Still some math problems remained unsolvable, even defying the Fundamental Theorem of Algebra. Just two hundred years or so ago, the z axis was added, opening up a third dimension. This realm holds numbers called imaginary, lateral or complex. So far, it appears that algebra has become complete; there are no problems that cannot be solved within the three dimensions, or realms of numbers.
The following 8-minute film offers a succinct history and a beautiful demonstration of this mathematical evolution (comprehensible to us non-mathematicians) whereby including additional dimensions makes it possible to solve problems that were previously unsolvable.
We live in the volume of a 3D world; therefore, three dimensions in math seem to answer most of our questions.
Our thoughts proceed in a linear progression of temporal moments. When we identify a ‘who’ or ‘what’ we do so by bounding them in a surface, within which they have their ways, and beyond which they seem to not. Surfaces are 2D.
When we describe ‘where’ the 2D ‘who/what’ is, we need a third dimension as an environment in which to contextualize it.

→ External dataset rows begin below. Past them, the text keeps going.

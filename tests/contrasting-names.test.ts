/**
 * Names that set themselves against each other ("Great Ashcombe" / "Little Ashcombe", "North
 * Wend" / "South Wend", "Dock 1" / "Dock 2") are two places, never a slip of one for the other:
 * such an alias gives a mention no credit. Invented gazette places.
 */
import { afterAll, beforeAll, describe, expect, it } from "vitest";
import { namesContrast } from "../src/score/features.js";
import { openTableKb, type TableKb } from "./helpers/table-kb.js";

const t = (s: string) => s.split(" ");

describe("namesContrast", () => {
  it("holds for words of one kind and two values, or two numbers", () => {
    expect(namesContrast(t("great ashcombe"), t("little ashcombe"))).toBe(true);
    expect(namesContrast(t("wend north"), t("wend south"))).toBe(true);
    expect(namesContrast(t("sud est"), t("sud ouest"))).toBe(true);
    expect(namesContrast(t("haut rhin"), t("bas rhin"))).toBe(true);
    expect(namesContrast(t("dock 1"), t("dock 2"))).toBe(true);
  });

  it("does not for spellings of one value, added words, or words of two kinds", () => {
    expect(namesContrast(t("centre province"), t("central province"))).toBe(false);
    expect(namesContrast(t("ashcombe"), t("great ashcombe"))).toBe(false);
    expect(namesContrast(t("north ashcombe"), t("great ashcombe"))).toBe(false);
    expect(namesContrast(t("north wend"), t("north wend"))).toBe(false);
  });
});

describe("linking against a contrasting name", () => {
  let table: TableKb;
  beforeAll(async () => {
    table = await openTableKb(
      [
        "id,name,type,description",
        "T1,Great Ashcombe,town,market town of Wendshire on the Wend",
        "T2,South Wendmoor,town,moorland parish of Wendshire with a mill",
        "T3,Harrowmouth,town,chief port of the Wend estuary",
      ].join("\n"),
      "hawser-contrast-",
    );
  });
  afterAll(() => table.close());

  it("leaves a mention of the other place NIL", () => {
    // The table lacks Little Ashcombe and North Wendmoor: their namesakes are no answer.
    for (const text of ["Little Ashcombe", "North Wendmoor"]) {
      // The context shares the county and the river with the namesake's record.
      const r = table.linker.link({ id: "m", text, type: "LOC", context: "a mill on the Wend in Wendshire" });
      expect(r.entity, text).toBeNull();
    }
    // A slip in the place's own name still links.
    expect(table.linker.link({ id: "m", text: "Great Ashcornbe", type: "LOC" }).entity).toBe("T1");
  });
});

We may say that a fourth coordinate/dimension could be used to describe ‘when’ that something is at a specific ‘where’. However, a time coordinate should not be confused with a fourth dimension of space.
When we describe a ‘what’ we are measuring its ‘where’ coordinates from our own perspective and measuring its ‘when’ coordinates according to our own scale of time. (See Special Relativity.)
Particular times and point-like particles, such as photons, have no linear extension; they are zero-dimensional. Without an observer to specify coordinates, projections of surfaces into the void of voluminous space would remain meaningless.
Time-lines provide a context for discrete/particular occurrences. A time-line is a construct of a conscious observer, who sequentially coordinates particular occurrences. By choosing what ‘counts’, one simultaneously dis-counts all other possibilities.
An observer is anyone who, or anything that, encounters, or is otherwise altered by an occurrence. Observers make unique selections, due to their sensory capabilities, their emotional and intellectual interests, prior conditioning, etc. Can we say whose are right and whose are wrong? Are not all of the time-lines simple threads in a monumental tapestry, from which all the moments that have ever counted are memorialized and accessible to any participant who attunes him/herself with careful questions?
There is no fixed reference point from which space and time is meted out. The point at the confluence of three 90 degree angles does not exist in any particular place.
The question that arises is this: If this zero point does not exist exclusively somewhere/when, does this necessarily mean it that it does not exist everywhere/when? Let us continue thinking this through…
When counting coordinates/dimensions, we have ignored the zero point of origin. Should something with zero dimension be negligible? According to the photo of the pond above, we might assume the point-of-origin to be causal. We can see effects rippling outwardly from particular disturbances on the pond.
Let’s stick to our examples above and use the base number, 2, to figure this out. This is what we know so far:
2^1 = 2
2^2 = 2 x 2 = 4
2^3 = 2 x 2 x 2 = 8
What happens if we give the number 2 an exponent of 0? Well, if increasing the exponent means to multiply again by the base number, we would divide by the base number as we decrease the exponent. 8 divided by 2 = 4. 4 divided by 2 = 2. 2 divided by 2 = 1.
2^0 = 1
Any base number at all, when given an exponent of zero, gives the same result. At the zero dimension differentiation ceases.
What we measure by dimensions are projections/effects of the ONE.
All things have at their core an indifferentiable oneness. The dimension of zero makes all things ONE!